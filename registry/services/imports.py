"""Importing marks from a CSV or GeoJSON file: all or nothing, and nothing silently overwritten.

``mark_import`` parses and validates the whole file first (every bad row is reported with its CSV line
or GeoJSON feature index and the reason). If anything is wrong, nothing is written. Otherwise new marks
(active or retired) are written in batches with the checks, movement checks and audit rows the services
would write (``import_bulk``; a test compares the two), and every other mark goes through the same
services as a manual edit (``mark_create`` / ``mark_update`` /
``mark_set_status``, ``position_propose_and_publish``), inside one transaction with a
savepoint per mark, so that a rule enforced only by a service (or by the database) is also reported for
every row it concerns; any such error rolls the whole import back.

A mark may take several rows, one per frame of its published positions (that is how the export
writes it): the first row creates or updates the mark, every row publishes its position.

A code that already exists is refused unless ``update=True``. Then each row is checked against the
registry first (optimistic concurrency, as for an edit on the page): the row's ``version`` must be the
mark's stored version, and a row with a position must carry the ``position_revision`` of that frame
stored now (the count of positions ever published there; 0 for a new frame). A row exported before
someone changed the mark, or published or withdrew a position in that frame, is refused with code
``stale_row`` ("file version N, registry version M, last changed by X at T") and the whole import
changes nothing. A row of an existing mark without those columns is refused (``version_required``)
unless ``overwrite=True``: then it is applied against whatever is stored now, and the import's audit
event lists those marks under ``unversioned``. ``overwrite`` never lets a *stale* version through:
to apply an old file on purpose, remove its version columns and import with ``overwrite``.

An accepted row's fields (only the columns or properties the file carries) are applied with
``mark_update``, its status with ``mark_set_status`` (status ``suspect`` with ``mark_make_suspect``, after
the row's positions, with the file's ``suspect_since`` and ``suspect_reason``; a suspect mark that the file
calls active becomes active only through a new position in the file, as on the pages), and a position that differs from the published
one in the same frame is proposed and published (the earlier one is superseded, never overwritten).
An identical position is left alone. On creation the file's version columns are not used (a new mark
starts at version 1).

The work is split by concept: this module is the entry point (:func:`mark_import`);
``import_report`` holds the refusal, the summary and the format; ``import_checks`` the reads before
writing (existing codes, the ``update`` concurrency check); ``import_bulk`` the batch path for new marks
(with ``rows_insert``); ``import_apply`` the path through the services one mark at a time.

Audit: the services write one event per change (``mark_create``, ``position_propose``,
``position_publish``, ...), and the import adds one ``marks_import`` summary event naming the file, its
SHA-256, whether ``overwrite`` was used and which marks were applied without a version check.
"""

from __future__ import annotations

import hashlib
from collections.abc import Callable

from django.core.exceptions import ValidationError
from django.db import DatabaseError, transaction

from registry.errors import RegistryError
from registry.io.common import MarkRecord, RowError, check_rows_per_mark
from registry.io.marks_csv import parse_marks_csv
from registry.io.marks_geojson import parse_marks_geojson
from registry.models import AuditEvent
from registry.roles import Ability
from registry.services.access import require_ability
from registry.services.import_apply import apply_mark, nothing_to_apply
from registry.services.import_bulk import batch_eligible, create_marks_in_batches
from registry.services.import_checks import concurrency_errors, existing_marks, lock_marks, published_positions
from registry.services.import_report import (
    ERRORS_SHOWN,
    FORMATS,
    ImportRejected,
    ImportSummary,
    detect_format,
    service_errors,
)

__all__ = ["ERRORS_SHOWN", "FORMATS", "ImportRejected", "ImportSummary", "detect_format", "mark_import"]


class _DryRunDone(Exception):
    """Raised inside the transaction to roll a successful dry run back."""


def mark_import(
    *,
    actor,
    content: bytes | str,
    filename: str = "",
    fmt: str | None = None,
    update: bool = False,
    overwrite: bool = False,
    dry_run: bool = False,
    progress: Callable[[str, float], None] | None = None,
    batch: bool = True,
) -> ImportSummary:
    """Import marks and their published positions from CSV or GeoJSON content.

    Parameters
    ----------
    actor
        The user importing; must hold the manager role (ability MANAGE): an import publishes
        positions, which only a manager may do.
    content
        The file's bytes (UTF-8, with or without a byte-order mark) or text.
    filename
        Its name; the extension gives the format unless ``fmt`` is given.
    fmt
        ``"csv"`` or ``"geojson"``, overriding the extension.
    update
        Apply rows whose code exists, if their ``version``/``position_revision`` match the registry
        (see the module docstring); otherwise such rows are errors.
    overwrite
        With ``update`` only: also apply rows of existing marks that carry no version, against what is
        stored now (recorded in the import's audit event).
    dry_run
        Validate and apply inside a transaction, then roll it back: the summary says what would happen.
    progress
        Called with (what is being done, in words; fraction done 0..1) at each step and every few
        hundred rows before the writing starts (the writing itself is one transaction).
    batch
        Write new marks in batches (``registry.services.import_bulk``). False sends every mark through
        the services one at a time: the reference the batch path is tested and measured against.

    Returns
    -------
    ImportSummary

    Raises
    ------
    registry.errors.PermissionDeniedError
        The actor is not a manager.
    django.core.exceptions.ValidationError
        ``unknown_format``, ``overwrite_needs_update``.
    ImportRejected
        Any bad row (including ``stale_row`` and ``version_required``); ``errors`` lists them all.
        Nothing was changed.
    """
    require_ability(actor, Ability.MANAGE)
    if overwrite and not update:
        raise ValidationError(
            "overwrite applies to rows of existing marks, so it needs update.", code="overwrite_needs_update"
        )
    fmt = detect_format(filename, fmt)
    raw = content.encode("utf-8") if isinstance(content, str) else bytes(content)
    sha256 = hashlib.sha256(raw).hexdigest()
    try:
        text = raw.decode("utf-8")
    except UnicodeDecodeError as exc:
        raise ImportRejected(
            [RowError("file", 0, "not_utf8", f"the file is not UTF-8 text (byte {exc.start})")], filename=filename
        ) from None

    def step(words: str, fraction: float) -> None:
        if progress is not None:
            progress(words, fraction)

    step("reading the file", 0.0)
    parsed = parse_marks_csv(text) if fmt == "csv" else parse_marks_geojson(text)
    errors = parsed.errors + check_rows_per_mark(parsed.records)
    records = parsed.records
    step(f"checking {len(records):,} rows against the registry", 0.2)
    existing = existing_marks(r.code for r in records)
    if not update:
        errors += [
            RowError(
                r.where,
                r.index,
                "code_exists",
                f"mark {r.code} is already in the registry; import with update to apply changes to it",
                "code",
                r.code,
            )
            for r in records
            if r.code in existing
        ]
    else:
        errors += concurrency_errors(records, existing, overwrite)
    if not records and not errors:
        errors.append(RowError("file", 0, "no_rows", "the file holds no marks"))
    if errors:
        raise ImportRejected(errors, filename=filename)

    groups: dict[str, list[MarkRecord]] = {}
    for record in records:
        groups.setdefault(record.code, []).append(record)
    summary = ImportSummary(
        filename=filename, format=fmt, sha256=sha256, rows=len(records), dry_run=dry_run, overwrite=overwrite
    )
    summary.unversioned = [
        code for code, group in groups.items() if code in existing and any(r.version is None for r in group)
    ]
    note = f"import of {filename or 'a file'} (sha256 {sha256[:12]})"
    if summary.unversioned:
        note += f"; {len(summary.unversioned)} mark(s) applied without a version check (overwrite)"
    batched = [
        (code, group) for code, group in groups.items() if batch and code not in existing and batch_eligible(group)
    ]
    in_batch = {code for code, _ in batched}
    one_by_one = [(code, group) for code, group in groups.items() if code not in in_batch]
    total_rows = max(1, len(records))
    step(f"writing {len(groups):,} marks (all or nothing)", 0.3)
    try:
        with transaction.atomic():
            if batched:
                try:
                    with transaction.atomic():
                        created, published_n, batch_errors = create_marks_in_batches(
                            actor=actor,
                            groups=batched,
                            progress=lambda rows: step(
                                f"writing {len(groups):,} marks (all or nothing)", 0.3 + 0.6 * rows / total_rows
                            ),
                        )
                    errors.extend(batch_errors)
                    summary.created.extend(created)
                    summary.positions_published += published_n
                except DatabaseError:
                    # The database refused a batch: the services, one mark at a time, name the row.
                    one_by_one = batched + one_by_one
            ids = [existing[code].pk for code, _ in one_by_one if code in existing]
            locked = lock_marks(ids)
            published = published_positions(ids)
            for code, group in one_by_one:
                at = [group[0]]
                if code in existing and nothing_to_apply(group, locked.get(existing[code].pk), published):
                    summary.unchanged.append(code)  # no statement, no savepoint: what apply_mark would find
                    continue
                try:
                    with transaction.atomic():
                        mark = existing.get(code)
                        changed = apply_mark(
                            actor,
                            group,
                            mark,
                            note,
                            summary,
                            at,
                            locked=locked.get(mark.pk) if mark else None,
                            published=published,
                        )
                    if code not in existing:
                        summary.created.append(code)
                    else:
                        (summary.updated if changed else summary.unchanged).append(code)
                except (ValidationError, RegistryError, DatabaseError) as exc:
                    errors.extend(service_errors(exc, at[0]))
            if errors:
                raise ImportRejected(errors, filename=filename)
            order = {code: i for i, code in enumerate(groups)}
            summary.created.sort(key=order.__getitem__)
            counts = ("created", "updated", "unchanged")
            AuditEvent.objects.create(
                actor=actor if getattr(actor, "is_authenticated", False) else None,
                action="marks_import",
                object_type="import",
                object_id=sha256[:40],
                object_repr=(filename or "(unnamed file)")[:200],
                after={k: v for k, v in summary.as_dict().items() if k not in counts}
                | {k: len(getattr(summary, k)) for k in counts},
                note=note + (" — dry run, rolled back" if dry_run else ""),
            )
            if dry_run:
                raise _DryRunDone
    except _DryRunDone:
        pass
    return summary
◇ ◇ ◇ ◇ ◇ ◇ ◇
> _To do_:
Pull every line containing "also" from the material above.

> _Output_:
savepoint per mark, so that a rule enforced only by a service (or by the database) is also reported for
        With ``update`` only: also apply rows of existing marks that carry no version, against what is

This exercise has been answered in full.